Le pitch : Azar Nafisi, professeure à l’université de Téhéran, réunit secrètement sept de ses étudiantes pour lire des classiques de la littérature occidentale interdits par le régime. Alors que les fondamentalistes sont au pouvoir, ces femmes se retrouvent, retirent leur voile et discutent de leurs espoirs, de leurs amours et de leur place dans une société de plus en plus oppressive. Pour elles, Lire Lolita à Téhéran, c’est célébrer le pouvoir libérateur de la littérature.
Adapté du récit autobiographique d’Azar Nafisi publié en 2003, Lire Lolita à Téhéran est un film qui embrasse une histoire intime autant qu’universelle : celle de femmes cherchant à respirer dans un monde qui les étouffe. Suivant le parcours d’une professeure de lettres revenue en Iran après des années passées aux États-Unis, Eran Riklis (Spider in the Web, Mon Fils…) dépeint le basculement d’un pays où l’espoir révolutionnaire se mue rapidement en régime autoritaire. Dès le début du film, les débats sur le roman « Gatsby Le Magnifique » de F. Scott Fitzgerald deviennent le prélude à une oppression grandissante, qui pousse l’héroïne et quelques étudiantes à inventer un espace clandestin de liberté : un club de lecture.

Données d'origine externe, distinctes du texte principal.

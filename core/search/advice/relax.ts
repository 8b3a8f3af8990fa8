import type { ParameterLibrary } from '../../library';
import { scoreCandidate, type SearchResult } from '../run/searchWish';
import { candidatesIn } from '../space/candidates';
import { countCandidates, spaceOf } from '../space/space';
import type { Wish } from '../wish/wish';

/** What giving up one part of a wish would buy. */
export interface Relaxation {
  /** Path into the wish: `bands[0]`. */
  readonly part: string;
  /** Likeliest candidate without that part, and how likely it meets all the others. */
  readonly formula: string;
  readonly probability: number;
  /** How likely that candidate meets the part that was given up, and what it offers there. */
  readonly offers: string;
}

/** Candidates that are looked at: enough to see which part stands in the way. */
const most = 1500;

const withoutPart = ({ parts, probability }: SearchResult, part: string): number => {
  const own = parts.find((each) => each.part === part)!.probability;
  if (own > 0) return Math.min(1, probability / own);
  return parts.reduce((all, each) => (each.part === part ? all : all * each.probability), 1);
};

/**
 * For a wish with no answer: which part to give up, best first. Looks at candidates in even steps through the space, so
 * it shows where the trouble lies and is no search of its own.
 */
export function relaxations(wish: Wish, library: ParameterLibrary): Relaxation[] {
  const space = spaceOf(wish, library);
  const step = Math.max(1, Math.floor(countCandidates(space) / most));
  const best = new Map<string, { readonly result: SearchResult; readonly probability: number }>();
  let place = 0;
  for (const candidate of candidatesIn(space, library)) {
    if (place++ % step !== 0) continue;
    const scored = scoreCandidate(candidate, wish, library);
    if (scored === null) continue;
    for (const { part } of scored.result.parts) {
      const probability = withoutPart(scored.result, part);
      if (probability > (best.get(part)?.probability ?? 0))
        best.set(part, { result: scored.result, probability });
    }
  }
  return [...best]
    .map(([part, { result, probability }]): Relaxation => {
      const own = result.parts.find((each) => each.part === part)!;
      return { part, formula: result.formula, probability, offers: own.because };
    })
    .sort((one, other) => other.probability - one.probability);
}
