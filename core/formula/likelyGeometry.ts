import { dElectronCount, findMetal } from '../library/elements';
import type { ParameterLibrary } from '../library';
import type { GeometryId } from '../record/composition';

/** Ligands strong enough that nickel(II) with four of them is planar (common practice). */
const planarDonors = new Set(['cn', 'cyclam', 'tpp', 'dtc', 'dppe']);

/**
 * The geometry that a chemist would think of first for so many donors (common practice): six octahedral; four square
 * for d8 of the second and third row, for copper(II) chelates and strong-field nickel(II), else tetrahedral.
 */
export function likelyGeometry(
  metal: string,
  oxidationState: number,
  ligands: Readonly<Record<string, number>>,
  library: ParameterLibrary,
): GeometryId | null {
  const places = Object.entries(ligands).reduce(
    (sum, [id, times]) => sum + times * (library.ligands.get(id)?.denticity ?? 1),
    0,
  );
  switch (places) {
    case 2:
      return 'linear';
    case 3:
      return 'trigonal-planar';
    case 4: {
      const found = findMetal(metal);
      const d = found === undefined ? null : dElectronCount(found, oxidationState);
      const ids = Object.keys(ligands);
      const heavy = found !== undefined && found.period !== '3d';
      const planar = d === 8 && (heavy || ids.every((id) => planarDonors.has(id)));
      const chelated = d === 9 && ids.some((id) => (library.ligands.get(id)?.denticity ?? 1) > 1);
      return planar || chelated ? 'square-planar' : 'tetrahedral';
    }
    case 5:
      return 'trigonal-bipyramidal';
    case 6:
      return 'octahedral';
    case 7:
      return 'pentagonal-bipyramidal';
    case 8:
      return 'square-antiprismatic';
    default:
      return null;
  }
}
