import { type Operation } from '../groups/operation';
import { cross, dot, normalise, rotationToFrame, type Quaternion, type Vector3 } from '../rotation';
import { parallel, perpendicular, symmetryElements, type SymmetryElements } from './elements';

/** A point group with the way it stands: `frame` carries the standard axes onto those of the group. */
export interface StandingGroup {
  readonly name: string;
  readonly frame: Quaternion;
}

const laboratory: readonly Vector3[] = [
  [0, 0, 1],
  [1, 0, 0],
  [0, 1, 0],
];

/**
 * Schoenflies symbol and orientation of a complete set of operations. Where the group leaves a choice (which of two
 * sets of C2' is x, which of three C2 is z) the axis along the first of `preferred` directions that fits is taken, and
 * after those the laboratory's z, x, y.
 */
export function schoenflies(
  operations: readonly Operation[],
  preferred: readonly Vector3[] = [],
): StandingGroup {
  const elements = symmetryElements(operations);
  const wishes = [...preferred, ...laboratory];
  const { axes, inversion, mirrors } = elements;
  const highest = axes.reduce((most, { order }) => Math.max(most, order), 1);
  const threefold = axes.filter(({ order }) => order >= 3).length;
  if (threefold > 1) return cubicGroup(elements);
  if (highest === 1) {
    if (mirrors.length > 0) return { name: 'Cs', frame: frameWith(mirrors[0]!, [], wishes) };
    return { name: inversion ? 'Ci' : 'C1', frame: [1, 0, 0, 0] };
  }
  return axialGroup(elements, highest, wishes);
}

function cubicGroup({ axes, mirrors, inversion }: SymmetryElements): StandingGroup {
  const fourfold = axes.some(({ order }) => order === 4);
  const name = fourfold ? (inversion ? 'Oh' : 'O') : inversion ? 'Th' : mirrors.length > 0 ? 'Td' : 'T';
  const cubic = axes.filter(({ order }) => order === (fourfold ? 4 : 2)).map(({ direction }) => direction);
  const z = pick(cubic, laboratory);
  return { name, frame: frameWith(z, cubic, laboratory) };
}

function axialGroup(
  { axes, mirrors, rotoreflections, inversion }: SymmetryElements,
  highest: number,
  wishes: readonly Vector3[],
): StandingGroup {
  const candidates = axes.filter(({ order }) => order === highest).map(({ direction }) => direction);
  // In D_2d the S4 axis is the main one of three twofold axes.
  const improper = candidates.filter((c) => rotoreflections.some((s) => parallel(s, c)));
  const z = pick(improper.length > 0 && highest === 2 ? improper : candidates, laboratory);
  const twofold = axes
    .filter(({ direction, order }) => order % 2 === 0 && perpendicular(direction, z))
    .map(({ direction }) => direction);
  const horizontal = mirrors.some((m) => parallel(m, z));
  const vertical = mirrors.filter((m) => perpendicular(m, z));
  if (twofold.length > 0) {
    const suffix = horizontal ? 'h' : vertical.length > 0 ? 'd' : '';
    return { name: `D${highest}${suffix}`, frame: frameWith(z, twofold, wishes) };
  }
  if (horizontal) return { name: `C${highest}h`, frame: frameWith(z, [], wishes) };
  if (vertical.length > 0) {
    const within = vertical.map((normal) => normalise(cross(normal, z)));
    return { name: `C${highest}v`, frame: frameWith(z, within, wishes) };
  }
  const doubled = rotoreflections.some((s) => parallel(s, z));
  const name =
    doubled || (inversion && highest === 3) ? `S${2 * highest}` : inversion ? `C${highest}h` : `C${highest}`;
  return { name, frame: frameWith(z, [], wishes) };
}

/** The candidate along the first wish that is met, else the first; it points the way of the wish. */
function pick(candidates: readonly Vector3[], wishes: readonly Vector3[]): Vector3 {
  for (const wish of wishes) {
    const found = candidates.find((candidate) => parallel(candidate, wish));
    if (found !== undefined) return dot(found, wish) > 0 ? found : [-found[0], -found[1], -found[2]];
  }
  return candidates[0]!;
}

/** Frame with that z and x along one of `candidates`; with no candidate, x as near the laboratory's as can be. */
function frameWith(z: Vector3, candidates: readonly Vector3[], wishes: readonly Vector3[]): Quaternion {
  const across = candidates.filter((candidate) => perpendicular(candidate, z));
  const free = across.length > 0 ? across : [Math.abs(z[0]) < 0.9 ? laboratory[1]! : laboratory[2]!];
  const flat = wishes.map((wish) => cross(cross(z, wish), z)).filter((wish) => Math.hypot(...wish) > 1e-3);
  const rough = pick(free, flat.map(normalise));
  const y = normalise(cross(z, rough));
  return rotationToFrame(cross(y, z), y, z);
}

Ce qui frappe d’abord, c’est la simplicité de la mise en scène. On pourrait presque reprocher au film son classicisme un peu sage, mais cette retenue se révèle être une force : elle met en lumière les femmes et leurs récits sans jamais chercher à forcer l’émotion. Les actrices, toutes iraniennes exilées, portent avec une intensité rare le poids de l’histoire, et donnent chair à cette révolution confisquée qui a trahi ses promesses d’émancipation. Leur jeu, à la fois sobre et vibrant, transforme chacun de ces rendez-vous secret en un acte de résistance, d’autant plus que toutes partagent une histoire personnelle différente. Du régime en place à leurs relations avec les hommes Lire Lolita à Téhéran s’avère malheureusement encore trop actuel pour tomber dans les oubliettes.

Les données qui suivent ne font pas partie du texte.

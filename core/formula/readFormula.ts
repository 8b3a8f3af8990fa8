import { defaultLibrary, type ParameterLibrary } from '../library';
import { dElectronCount, findMetal } from '../library/elements';
import { looksLikeName, readName } from './chemicalName';
import { readCharge } from './charge';
import { type Entity, readEntity } from './coordinationEntity';
import { likelyGeometry } from './likelyGeometry';
import { readOuterIons } from './outerSphere';
import { plainText } from './plainText';
import { type FormulaReading, type ReadFormula, Unreadable } from './types';

const isomerPrefix = /^(cis|trans|fac|mer)\s*-\s*/i;

/** No formula of one complex is longer. */
const longest = 400;

/**
 * Reads one complex as chemists write it: `[Co(en)2Cl2]+`, `K3[Fe(CN)6]`, `trans-[CrCl2(NH3)4]Cl·2H2O`, `CoCl4^2-`,
 * `hexaamminecobalt(III) chloride`, with sub- and superscripts or without. What is not written is taken for granted and
 * said so; a text that makes no sense is answered with the place where it stops doing so.
 */
export function readFormula(typed: string, library: ParameterLibrary = defaultLibrary): FormulaReading {
  const { text, places } = plainText(typed.slice(0, longest));
  try {
    if (text.trim() === '') throw new Unreadable(0, 'Nothing is written');
    return { ok: true, value: looksLikeName(text) ? fromName(text, library) : fromFormula(text, library) };
  } catch (error) {
    if (!(error instanceof Unreadable)) throw error;
    const { at, message, suggestions } = error;
    return { ok: false, problem: { at: places[Math.min(at, text.length)] ?? 0, message, suggestions } };
  }
}

function fromName(text: string, library: ParameterLibrary): ReadFormula {
  const lead = isomerPrefix.exec(text);
  const { rest, oxidationState, ...entity } = readName(text.slice(lead?.[0].length ?? 0), library);
  const outer = rest.replace(/\b(ion|cation|anion)\b/gi, '').trim();
  return whole(entity, oxidationState, {
    isomer: lead?.[1]?.toLowerCase() ?? null,
    counterIon: outer === '' ? null : outer,
    solvate: null,
    assumed: [],
    library,
    at: 0,
  });
}

function fromFormula(text: string, library: ParameterLibrary): ReadFormula {
  const start = /^\s*/.exec(text)![0].length;
  const lead = isomerPrefix.exec(text.slice(start));
  const from = start + (lead?.[0].length ?? 0);
  const open = text.indexOf('[', from);
  const { entity, before, after } =
    open < 0 ? unbracketed(text, from, library) : bracketed(text, from, open, library);
  const stated = readCharge(text, after);
  const outer = readOuterIons(text, after + (stated?.length ?? 0), text.length);
  const solvate = /^\s*·\s*(.+?)\s*$/.exec(text.slice(outer.end))?.[1] ?? null;
  const balance = before.charge + outer.charge;
  const assumed: string[] = [];
  const hasOuter = before.text !== null || outer.text !== null;
  if (stated !== null && hasOuter && stated.charge !== -balance) {
    throw new Unreadable(
      after,
      `The charge ${stated.charge} does not balance the counter-ions, which need ${-balance}`,
    );
  }
  const charge = stated?.charge ?? -balance;
  if (stated === null && !hasOuter) assumed.push('No charge is written: taken as neutral.');
  const ligandCharge = Object.entries(entity.ligands).reduce(
    (sum, [id, times]) => sum + times * (library.ligands.get(id)?.charge ?? 0),
    0,
  );
  return whole(entity, charge - ligandCharge, {
    isomer: lead?.[1]?.toLowerCase() ?? null,
    counterIon: [before.text, outer.text].filter(Boolean).join(', ') || null,
    solvate: solvate === null ? null : solvate.replace(/^(\d+(?:\.\d+)?)\s*(?=[A-Z])/, '$1 '),
    assumed,
    library,
    at: after,
  });
}

interface Inner {
  readonly entity: Entity;
  readonly before: { readonly charge: number; readonly text: string | null };
  /** Where the charge may stand. */
  readonly after: number;
}

function bracketed(text: string, from: number, open: number, library: ParameterLibrary): Inner {
  let depth = 0;
  for (let place = open; place < text.length; place++) {
    if (text[place] === '[') depth += 1;
    if (text[place] === ']') depth -= 1;
    if (depth > 0) continue;
    const before = readOuterIons(text, from, open);
    return { entity: readEntity(text, open + 1, place, library), before, after: place + 1 };
  }
  throw new Unreadable(open, 'This bracket is not closed');
}

function unbracketed(text: string, from: number, library: ParameterLibrary): Inner {
  // A charge at the end needs its sign apart from the last count: `CoCl4^2-`, `CoCl4 2-`, `CoCl4(2-)`.
  const tail =
    /(\^\(?(?:\d*[+-]|[+-]\d*)\)?|\s+\(?(?:\d*[+-]|[+-]\d+)\)?|\((?:\d+[+-]|[+-]\d*)\)|[+-]+)\s*$/.exec(text);
  const end = tail === null ? text.trimEnd().length : tail.index;
  return {
    entity: readEntity(text, from, end, library),
    before: { charge: 0, text: null },
    after: end,
  };
}

interface Rest {
  readonly isomer: string | null;
  readonly counterIon: string | null;
  readonly solvate: string | null;
  readonly assumed: readonly string[];
  readonly library: ParameterLibrary;
  /** Place that a wrong charge is blamed on. */
  readonly at: number;
}

function whole(entity: Entity, oxidationState: number, rest: Rest): ReadFormula {
  const { library, isomer, counterIon, solvate, at } = rest;
  const metal = findMetal(entity.metal)!;
  const [low, high] = metal.oxidationStates;
  if (oxidationState < low || oxidationState > high || dElectronCount(metal, oxidationState) < 0) {
    throw new Unreadable(
      at,
      `This charge makes the oxidation state of ${metal.name} ${oxidationState}, which it never has`,
      [],
    );
  }
  const geometry = likelyGeometry(entity.metal, oxidationState, entity.ligands, library);
  if (geometry === null) throw new Unreadable(at, 'So many donors fit around no metal');
  const charge = Object.entries(entity.ligands).reduce(
    (sum, [id, times]) => sum + times * (library.ligands.get(id)?.charge ?? 0),
    oxidationState,
  );
  const assumed = [...rest.assumed];
  if (geometry !== 'octahedral')
    assumed.push(`Taken as ${geometry.replaceAll('-', ' ')}: the formula does not say it.`);
  return {
    composition: { metal: entity.metal, oxidationState, geometry, ligands: entity.ligands, isomer },
    charge,
    counterIon,
    solvate,
    assumed,
  };
}
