import { useUnit } from '../../../parts';
import type { Sort } from '../sorting';
import type { Column } from './columns';

interface GridHeadProps {
  readonly columns: readonly Column[];
  readonly sort: Sort;
  readonly onSort: (sort: Sort) => void;
  readonly allSelected: boolean;
  readonly someSelected: boolean;
  readonly onSelectAll: () => void;
  readonly onStarSort: () => void;
}

const sortWords = { ascending: 'smallest first', descending: 'largest first' };

export function GridHead({
  columns,
  sort,
  onSort,
  allSelected,
  someSelected,
  onSelectAll,
  onStarSort,
}: GridHeadProps) {
  const { unit } = useUnit();
  return (
    <div role="row" className="grid-head" aria-rowindex={1}>
      <span role="columnheader" className="grid-mark">
        <input
          type="checkbox"
          aria-label="Select all that are shown"
          checked={allSelected}
          ref={(box) => {
            if (box) box.indeterminate = someSelected && !allSelected;
          }}
          onChange={onSelectAll}
        />
      </span>
      <span
        role="columnheader"
        className="grid-mark"
        aria-sort={sort.by === 'starred' ? direction(sort) : 'none'}
      >
        <button type="button" className="star" aria-label="Starred first" onClick={onStarSort}>
          <svg viewBox="0 0 20 20" width="16" height="16" aria-hidden="true">
            <path d="m10 2 2.4 5.2 5.6.6-4.2 3.8 1.2 5.6L10 14.3l-5 2.9 1.2-5.6L2 7.8l5.6-.6Z" />
          </svg>
        </button>
      </span>
      {columns.map((column) => (
        <HeadCell key={column.id} column={column} sort={sort} onSort={onSort}>
          {column.under?.(unit)}
        </HeadCell>
      ))}
    </div>
  );
}

const direction = ({ descending }: Sort): 'ascending' | 'descending' =>
  descending ? 'descending' : 'ascending';

interface HeadCellProps extends Pick<GridHeadProps, 'sort' | 'onSort'> {
  readonly column: Column;
  readonly children: React.ReactNode;
}

function HeadCell({ column, sort, onSort, children }: HeadCellProps) {
  const { ranking, title } = column;
  if (ranking === undefined) {
    return (
      <span role="columnheader" className="grid-cell" data-column={column.id}>
        <span className="grid-title">{title}</span>
        {children !== undefined && <span className="grid-under">{children}</span>}
      </span>
    );
  }
  const active = sort.by === ranking;
  const next: Sort = { by: ranking, descending: active ? !sort.descending : false };
  return (
    <span
      role="columnheader"
      className="grid-cell"
      data-column={column.id}
      aria-sort={active ? direction(sort) : 'none'}
    >
      <button
        type="button"
        className="grid-title"
        title={`Rank by this, ${sortWords[direction(next)]}`}
        onClick={() => onSort(next)}
      >
        {title}
        <span className="grid-arrow" aria-hidden="true">
          {active && (sort.descending ? '▼' : '▲')}
        </span>
      </button>
      {children !== undefined && <span className="grid-under">{children}</span>}
    </span>
  );
}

Malgré son titre accrocheur, Lire Lolita à Téhéran ne s’attarde pas tant sur le roman de Vladimir Nabokov qu’on pourrait le croire. En réalité, le film est structuré en chapitres portant le nom d’auteurs ou de romans emblématiques (Gatsby, Lolita, James et Austen) et évoque ainsi tout un pan de la littérature occidentale bannie par le régime. Plutôt que de se concentrer sur un seul texte, l’histoire préfère montrer la puissance collective des livres comme vecteur de dialogue, de rire, d’amour et de survie.

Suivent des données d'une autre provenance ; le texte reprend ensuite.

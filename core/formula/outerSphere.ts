import { counterIons } from '../library/counterIons';
import { Unreadable } from './types';

/** Ions that stand outside the brackets. */
export interface OuterIons {
  readonly charge: number;
  /** `3 Cl`, as the field for counter-ions takes it; null for none. */
  readonly text: string | null;
  /** Where the reading stopped. */
  readonly end: number;
}

const spellings = counterIons
  .flatMap((ion) => [ion.formula, ...ion.names].map((spelling) => ({ spelling, ion })))
  .sort((one, other) => other.spelling.length - one.spelling.length);

/** Reads `K3`, `(NH4)2`, `Cl2`, `(ClO4)3` one after the other, up to `to` or to a dot. */
export function readOuterIons(text: string, from: number, to: number): OuterIons {
  let place = from;
  let charge = 0;
  const written: string[] = [];
  while (place < to && text[place] !== '·') {
    if (text[place] === ' ') {
      place += 1;
      continue;
    }
    const open = text[place] === '(' || text[place] === '[' ? 1 : 0;
    const found = spellings.find(({ spelling }) => text.startsWith(spelling, place + open));
    const closing = open === 1 ? 1 : 0;
    if (found === undefined) throw new Unreadable(place, 'This counter-ion is not known');
    let end = place + open + found.spelling.length + closing;
    if (closing === 1 && !/[)\]]/.test(text[end - 1] ?? ''))
      throw new Unreadable(place, 'This parenthesis is not closed');
    const times = /^\d+/.exec(text.slice(end, to))?.[0] ?? '';
    end += times.length;
    const count = times === '' ? 1 : Number(times);
    charge += count * found.ion.charge;
    written.push(count === 1 ? found.ion.formula : `${count} ${found.ion.formula}`);
    place = end;
  }
  return { charge, text: written.length === 0 ? null : written.join(', '), end: place };
}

Eran Riklis réussit surtout à trouver la bonne tonalité pour rendre son film lumineux malgré la gravité de son sujet. Dans cette bulle fragile, ces femmes continuent à rire, danser, rêver et à croire, même brièvement, qu’une autre vie est possible. Ce mélange d’humour, d’espoir et de courage rend hommage à la résilience de celles qui n’avaient que leurs mots et leur solidarité pour résister.
Sans jamais céder au mélodrame, Eran Riklis signe une ode à la liberté et à la féminité (comme le dit l’affiche avec justesse). Plus encore, il rappelle avec délicatesse que derrière chaque régime qui oppresse, il existe des voix qui persistent à lire, à rire, à chanter, à danser et à lutter. Et que ces voix, portées par des femmes, finissent toujours par résonner bien au-delà des murs qui veulent les enfermer.

Au casting, comme indiquée plus haut, les actrices sont iraniennes et toutes… d’une beauté époustouflante ! On y retrouve la magnifique Golshifteh Farahani (Roqya, Tyler Rake 2, Paterson…), entourée par Zar Amir Ebrahimi (Les Nuits de Mashhad, Les Survivants…), Mina Kavani (Enquête sur un scandale d’État, La Sirène…), Bahar Beihaghi (Blue Bloods…), Isabella Nefar ou encore Lara Wolf (Those About To Die…), tandis qu’Arash Marandi (All You Need, Téhéran Tabou…) incarne l’un des rares hommes qui attirent un peu de sympathique dans le film.
En conclusion, Lire Lolita à Téhéran s’impose comme un film simple mais nécessaire, qui célèbre la force des femmes et le pouvoir intemporel de la littérature, porté par une chorale d’actrices incarnées et superbes. Eran Riklis livre un hommage vibrant à celles qui, même dans l’ombre, refusent de se soumettre sans se battre, pour elles-mêmes mais aussi pour celles qui n’osent pas ou ne peuvent plus. À voir.